*Task*: Pick out each line of the records that includes the string "must", and copy it.

***

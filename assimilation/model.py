"""The nutrient–phytoplankton–detritus process fluxes and tendency function.

Per basin b (a well-mixed box, volume V_b, mean depth z_b) and group g,
with N dissolved inorganic nitrogen, P soluble reactive phosphorus, D_N and
D_P detrital (organic) nitrogen and phosphorus and A_g chlorophyll-a [µg/L]:

    growth   mu_g = mu_max_g·theta_g^(T−20)·f_light,g·min(f_N,g, P/(K_P,g+P))
    f_N,g    = max(N/(K_N,g+N), phi_g),  s_g = (N/(K_N,g+N)) / f_N,g
    dA_g/dt  = (mu_g − m_g(T) − v_g/z_b)·A_g                                    + transport
    dN/dt    = −a_N·Σ s_g mu_g A_g + r·a_N·Σ m_g A_g + k_N(T)·D_N − k_dn(T)·N    + transport
    dP/dt    = −a_P·Σ mu_g A_g + r·a_P·Σ m_g A_g + k_P(T)·D_P + J_sed,b(T)/z_b + transport
    dD_N/dt  = d·(1 − r)·a_N·Σ m_g A_g − (k_N(T) + v_D/z_b)·D_N                 + transport
    dD_P/dt  = d·(1 − r)·a_P·Σ m_g A_g − (k_P(T) + v_D/z_b)·D_P                 + transport

a_N, a_P nutrient per chlorophyll (carbon:chlorophyll × Redfield), r the
recycled fraction, d the detrital fraction of the rest ((1 − d)(1 − r) of
mortality leaves the water column at once), m_g temperature-dependent
mortality + respiration, v_g settling velocity, k_N, k_P remineralisation
rates and v_D the settling velocity of detritus, J_sed,b the internal
phosphorus loading of basin b, k_dn denitrification.
phi_g is the fixation floor of a nitrogen-fixing group (its
``fixation_growth_fraction``, zero for other groups) and s_g the share of
its N demand taken from DIN; the rest, a_N·Σ (1 − s_g) mu_g A_g, is fixed
from dissolved N2, a source of total nitrogen (PCLake / CAEDYM floor form,
:func:`kinetics.nitrogen_limitation_with_fixation`).
f_light is Steele's curve averaged over the mixed depth with self-shading (:mod:`light`),
transport the flow network (:mod:`hydraulics`). Methods and sources in
:mod:`kinetics`, :mod:`light` and :mod:`parameters`; the scheme follows the
nutrient–phytoplankton models of Di Toro et al. (1971) and Chapra (1997,
Surface Water-Quality Modeling, ch. 33–34), whose organic N and P pools
are the detrital pools here.

Everything here is vectorised over (members, basins, groups); arrays of one
member's basins are ``(M, B, 4 + G)`` "blocks" (see ``StateLayout.blocks``).
Drivers at the model's times come from :mod:`forcing`; nutrient totals and
the mass budget built on :func:`process_fluxes` are in :mod:`budget`.
"""
from __future__ import annotations

from dataclasses import dataclass

import numpy as np

from assimilation import hydraulics, kinetics, light
from assimilation.forcing import Forcing, check_members, forcing_at
from assimilation.spec import NUTRIENT_SLOTS as _S
from assimilation.spec import Drivers, ModelSpec, StateLayout

#: Group parameters that may differ between ensemble members (fields of
#: :class:`assimilation.spec.Group`, keys of ``params`` throughout) [1/d].
PARAMETER_KEYS = ("mu_max_20_per_d", "mortality_20_per_d")
#: Basin parameters that may differ between ensemble members (keys of
#: ``params``, one value per basin): internal phosphorus loading at 20 °C
#: [mg P/m²/d] (:meth:`assimilation.spec.ModelSpec.sediment_release_by_basin`).
BASIN_PARAMETER_KEYS = ("sediment_phosphorus_release_20_mg_m2_d",)


@dataclass(frozen=True, eq=False)
class Coefficients:
    """Model coefficients as broadcastable arrays (members, basins, groups).

    mu_max_20 and mortality_20 are (M or 1, 1, G) [1/d]; the other group
    constants (G,); depth_m, volume_m3 (B,). fixation_floor (G,) [-] is the
    fixation_growth_fraction of a nitrogen-fixing group and 0 otherwise;
    any_fixing tells whether some group fixes. sediment_release_20 (M or 1,
    B) [mg P/m²/d]; any_release tells whether some basin releases.
    remineralisation_20 (2,) [1/d] for detrital N and P; detritus_settling
    [m/d].
    """

    mu_max_20: np.ndarray
    mortality_20: np.ndarray
    theta_growth: np.ndarray
    theta_mortality: np.ndarray
    k_n: np.ndarray
    k_p: np.ndarray
    light_saturation: np.ndarray
    settling: np.ndarray
    depth_m: np.ndarray
    volume_m3: np.ndarray
    n_to_chl: float
    p_to_chl: float
    recycled: float
    par_fraction: float
    k_background: float
    k_chlorophyll: float
    sediment_release_20: np.ndarray
    any_release: bool
    theta_sediment: float
    denitrification_20: float
    theta_denitrification: float
    fixation_floor: np.ndarray
    any_fixing: bool
    detrital_fraction: float
    remineralisation_20: np.ndarray
    theta_remineralisation: float
    detritus_settling: float


def coefficients(spec: ModelSpec, params: dict | None = None, n_members: int | None = None) -> Coefficients:
    """Arrays of the spec's constants, with per-member parameters from ``params``.

    params: None or a dict with keys among ``PARAMETER_KEYS``, each (M, G) or
    broadcastable to it [1/d], and ``BASIN_PARAMETER_KEYS``, each (M, B) or
    (B,) [mg P/m²/d]; absent keys use the spec's values.
    """
    groups = spec.groups
    sizes = {key: spec.n_groups for key in PARAMETER_KEYS} | {key: spec.n_basins for key in BASIN_PARAMETER_KEYS}
    base = {
        "mu_max_20_per_d": np.array([g.mu_max_20_per_d for g in groups])[None, None, :],
        "mortality_20_per_d": np.array([g.mortality_20_per_d for g in groups])[None, None, :],
        "sediment_phosphorus_release_20_mg_m2_d": spec.sediment_release_by_basin()[None, :],
    }
    if params:
        unknown = set(params) - set(sizes)
        if unknown:
            raise ValueError(f"unknown model parameter(s) {sorted(unknown)}; expected keys among {tuple(sizes)}")
        for key, value in params.items():
            value = np.asarray(value, dtype=float)
            n = sizes[key]
            if value.ndim == 0 or value.shape[-1] != n or value.ndim > 2:
                raise ValueError(f"params[{key!r}] must have shape (M, {n}) or ({n},), got {value.shape}")
            if n_members is not None and value.ndim == 2 and value.shape[0] not in (1, n_members):
                raise ValueError(f"params[{key!r}] has {value.shape[0]} members, the ensemble has {n_members}")
            if not np.all(np.isfinite(value)) or np.any(value < 0):
                raise ValueError(f"params[{key!r}] must be finite and non-negative")
            base[key] = value.reshape(-1, 1, n) if key in PARAMETER_KEYS else value.reshape(-1, n)
    release = base["sediment_phosphorus_release_20_mg_m2_d"]
    return Coefficients(
        mu_max_20=base["mu_max_20_per_d"],
        mortality_20=base["mortality_20_per_d"],
        theta_growth=np.array([g.theta_growth for g in groups]),
        theta_mortality=np.array([g.theta_mortality for g in groups]),
        k_n=np.array([g.k_n_ugL for g in groups]),
        k_p=np.array([g.k_p_ugL for g in groups]),
        light_saturation=np.array([g.light_saturation_W_m2 for g in groups]),
        settling=np.array([g.settling_m_per_d for g in groups]),
        depth_m=np.array([b.mean_depth_m for b in spec.basins]),
        volume_m3=np.array([b.volume_m3 for b in spec.basins]),
        n_to_chl=spec.nitrogen_to_chlorophyll,
        p_to_chl=spec.phosphorus_to_chlorophyll,
        recycled=spec.recycled_fraction,
        par_fraction=spec.par_fraction,
        k_background=spec.background_attenuation_per_m,
        k_chlorophyll=spec.chlorophyll_attenuation_m2_mg,
        sediment_release_20=release,
        any_release=bool(np.any(release > 0)),
        theta_sediment=spec.theta_sediment_release,
        denitrification_20=spec.denitrification_20_per_d,
        theta_denitrification=spec.theta_denitrification,
        fixation_floor=np.array([g.fixation_growth_fraction if g.nitrogen_fixing else 0.0 for g in groups]),
        any_fixing=any(g.nitrogen_fixing for g in groups),
        detrital_fraction=spec.detrital_fraction,
        remineralisation_20=np.array([spec.nitrogen_remineralisation_20_per_d,
                                      spec.phosphorus_remineralisation_20_per_d]),
        theta_remineralisation=spec.theta_remineralisation,
        detritus_settling=spec.detritus_settling_m_per_d,
    )


def light_factor(C: np.ndarray, co: Coefficients, par: np.ndarray, par_weights=None) -> np.ndarray:
    """Steele's factor averaged over the mixed depth, with self-shading. [-]

    C blocks (M, B, 4 + G) [µg/L]; par (B,) [W/m² PAR at the surface], or
    (Q, B) irradiances at Q times with quadrature weights par_weights (Q,)
    summing to one, giving the time mean of the factor. Returns (M, B, G).
    """
    A = C[..., _S:]
    k = light.attenuation_coefficient(co.k_background, co.k_chlorophyll, A.sum(axis=-1, keepdims=True))
    depth = co.depth_m[:, None]
    if par_weights is None:
        return light.steele_depth_average(par[..., :, None], co.light_saturation, k, depth)
    return light.steele_depth_average_mean(par[:, :, None], par_weights, co.light_saturation, k, depth)


def _rates(C, co, temperature, par, par_weights=None):
    """Growth, mortality, settling [1/d] and the DIN share of growth [-] (or 1.0)."""
    N = C[..., 0:1]
    P = C[..., 1:2]
    T = temperature[..., :, None]
    f_light = light_factor(C, co, par, par_weights)
    if co.any_fixing:
        f_n, share = kinetics.nitrogen_limitation_with_fixation(N, co.k_n, co.fixation_floor)
        f_nutrient = np.minimum(f_n, kinetics.monod(P, co.k_p))
        mu = co.mu_max_20 * kinetics.temperature_factor(co.theta_growth, T) * f_light * f_nutrient
    else:
        mu = kinetics.growth_rate(co.mu_max_20, co.theta_growth, T, f_light, N, P, co.k_n, co.k_p)
        share = 1.0
    m = kinetics.mortality_rate(co.mortality_20, co.theta_mortality, T)
    s = kinetics.settling_rate(co.settling, co.depth_m[:, None])
    return mu, m, s, share


@dataclass(frozen=True, eq=False)
class ProcessFluxes:
    """Volumetric process fluxes in one basin [µg/L/d].

    growth, mortality, settling (M, B, G) in chlorophyll-a units (growth of
    A, mortality + respiration of A, settling of A); sediment_phosphorus
    (B,) or (M, B) [µg P/L/d] or 0.0; denitrification (M, B) [µg N/L/d] or
    0.0; fixed_growth (M, B, G) [µg chl-a/L/d] or 0.0, the part of growth
    whose nitrogen is fixed from N2 rather than taken from DIN (its N is
    n_to_chl·fixed_growth); remineralisation and detritus_settling (M, B, 2)
    [µg/L/d] of detrital (N, P), or 0.0. Nutrient fluxes of the algae follow
    by stoichiometry; the detritus formed is detrital_fraction·(1 −
    recycled) of the mortality's nutrients (:func:`detritus_formation`).
    """

    growth: np.ndarray
    mortality: np.ndarray
    settling: np.ndarray
    sediment_phosphorus: np.ndarray | float
    denitrification: np.ndarray | float = 0.0
    fixed_growth: np.ndarray | float = 0.0
    remineralisation: np.ndarray | float = 0.0
    detritus_settling: np.ndarray | float = 0.0


def process_fluxes(C: np.ndarray, co: Coefficients, temperature: np.ndarray, par: np.ndarray,
                   par_weights=None) -> ProcessFluxes:
    """The fluxes of every local process; arguments as in :func:`reaction_tendency`."""
    A = C[..., _S:]
    mu, m, s, share = _rates(C, co, temperature, par, par_weights)
    growth = mu * A
    fixed = (1.0 - share) * growth if co.any_fixing else 0.0
    release = 0.0
    if co.any_release:
        release = kinetics.sediment_phosphorus_release(
            co.sediment_release_20, co.theta_sediment, temperature, co.depth_m)
    denitrification = 0.0
    if co.denitrification_20 > 0:
        denitrification = kinetics.denitrification_rate(
            co.denitrification_20, co.theta_denitrification, temperature) * C[..., 0]
    detritus = C[..., 2:_S]
    remineralisation = kinetics.remineralisation_rate(
        co.remineralisation_20, co.theta_remineralisation, np.asarray(temperature)[..., None]) * detritus
    detritus_settling = kinetics.settling_rate(co.detritus_settling, co.depth_m)[:, None] * detritus
    return ProcessFluxes(growth, m * A, s * A, release, denitrification, fixed, remineralisation, detritus_settling)


def detritus_formation(f: ProcessFluxes, co: Coefficients) -> np.ndarray:
    """Detrital (N, P) formed from mortality, (M, B, 2) [µg/L/d]: the detrital
    fraction of the non-recycled mortality, by stoichiometry."""
    dead = co.detrital_fraction * (1.0 - co.recycled) * f.mortality.sum(axis=-1)
    return dead[..., None] * np.array([co.n_to_chl, co.p_to_chl])


def tendency_from_fluxes(f: ProcessFluxes, co: Coefficients) -> np.ndarray:
    """Assemble dC/dt [µg/L/d], blocks (M, B, 4 + G), from process fluxes."""
    uptake = f.growth.sum(axis=-1)
    recycled = co.recycled * f.mortality.sum(axis=-1)
    out = np.empty(f.growth.shape[:-1] + (_S + f.growth.shape[-1],))
    out[..., _S:] = f.growth - f.mortality - f.settling
    din_uptake = uptake - f.fixed_growth.sum(axis=-1) if np.ndim(f.fixed_growth) else uptake
    remin = np.broadcast_to(f.remineralisation, out.shape[:-1] + (2,))
    out[..., 0] = co.n_to_chl * (recycled - din_uptake) + remin[..., 0] - f.denitrification
    out[..., 1] = co.p_to_chl * (recycled - uptake) + remin[..., 1] + f.sediment_phosphorus
    out[..., 2:_S] = detritus_formation(f, co) - f.remineralisation - f.detritus_settling
    return out


def reaction_tendency(C: np.ndarray, co: Coefficients, temperature: np.ndarray, par: np.ndarray,
                      par_weights=None) -> np.ndarray:
    """Local (within-basin) tendency dC/dt [µg/L/d], blocks (M, B, 4 + G).

    C blocks (M, B, 4 + G) [µg/L]; temperature (B,) or (M, B) [°C]; par
    (B,) [W/m²] (or (Q, B) with par_weights, see :func:`light_factor`).
    """
    return tendency_from_fluxes(process_fluxes(C, co, temperature, par, par_weights), co)


def transport_tendency(C: np.ndarray, spec: ModelSpec, inflow_m3_s: np.ndarray,
                       inflow_concentration: np.ndarray) -> np.ndarray:
    """Flushing and transport dC/dt = L·C + s [µg/L/d], blocks (M, B, 4 + G).

    inflow_m3_s (I,) [m³/s], inflow_concentration (I, 4 + G) [µg/L].
    """
    L = hydraulics.transport_matrix(spec, inflow_m3_s)
    s = hydraulics.inflow_source(spec, inflow_m3_s, inflow_concentration)
    return L @ C + s


def tendency(E: np.ndarray, spec: ModelSpec, forcing: Forcing, params: dict | None = None) -> np.ndarray:
    """Full model tendency dE/dt [µg/L/d] of an ensemble (M, n_state).

    forcing: a :class:`Forcing` at one time (leading axis of length 1);
    params as in :func:`coefficients`.
    """
    layout = StateLayout(spec)
    E = np.asarray(E, dtype=float)
    check_members(forcing, E.shape[0])
    C = layout.blocks(E)
    co = coefficients(spec, params, E.shape[0])
    out = reaction_tendency(C, co, forcing.water_temperature_C[0], forcing.par_W_m2[0])
    out = out + transport_tendency(C, spec, forcing.inflow_m3_s[0], forcing.inflow_concentration_ugL[0])
    return out.reshape(out.shape[:-2] + (layout.n_state,))


def rhs(t: float, y: np.ndarray, spec: ModelSpec, drivers: Drivers, params: dict | None = None) -> np.ndarray:
    """Right-hand side for :func:`scipy.integrate.solve_ivp` [µg/L/d].

    y: flat state of one or more members (M·n_state,); t [epoch days].
    """
    n_state = StateLayout(spec).n_state
    E = np.asarray(y, dtype=float).reshape(-1, n_state)
    return tendency(E, spec, forcing_at(drivers, spec, [t]), params).ravel()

***

*Result*:
                raise ValueError(f"params[{key!r}] must have shape (M, {n}) or ({n},), got {value.shape}")
                raise ValueError(f"params[{key!r}] must be finite and non-negative")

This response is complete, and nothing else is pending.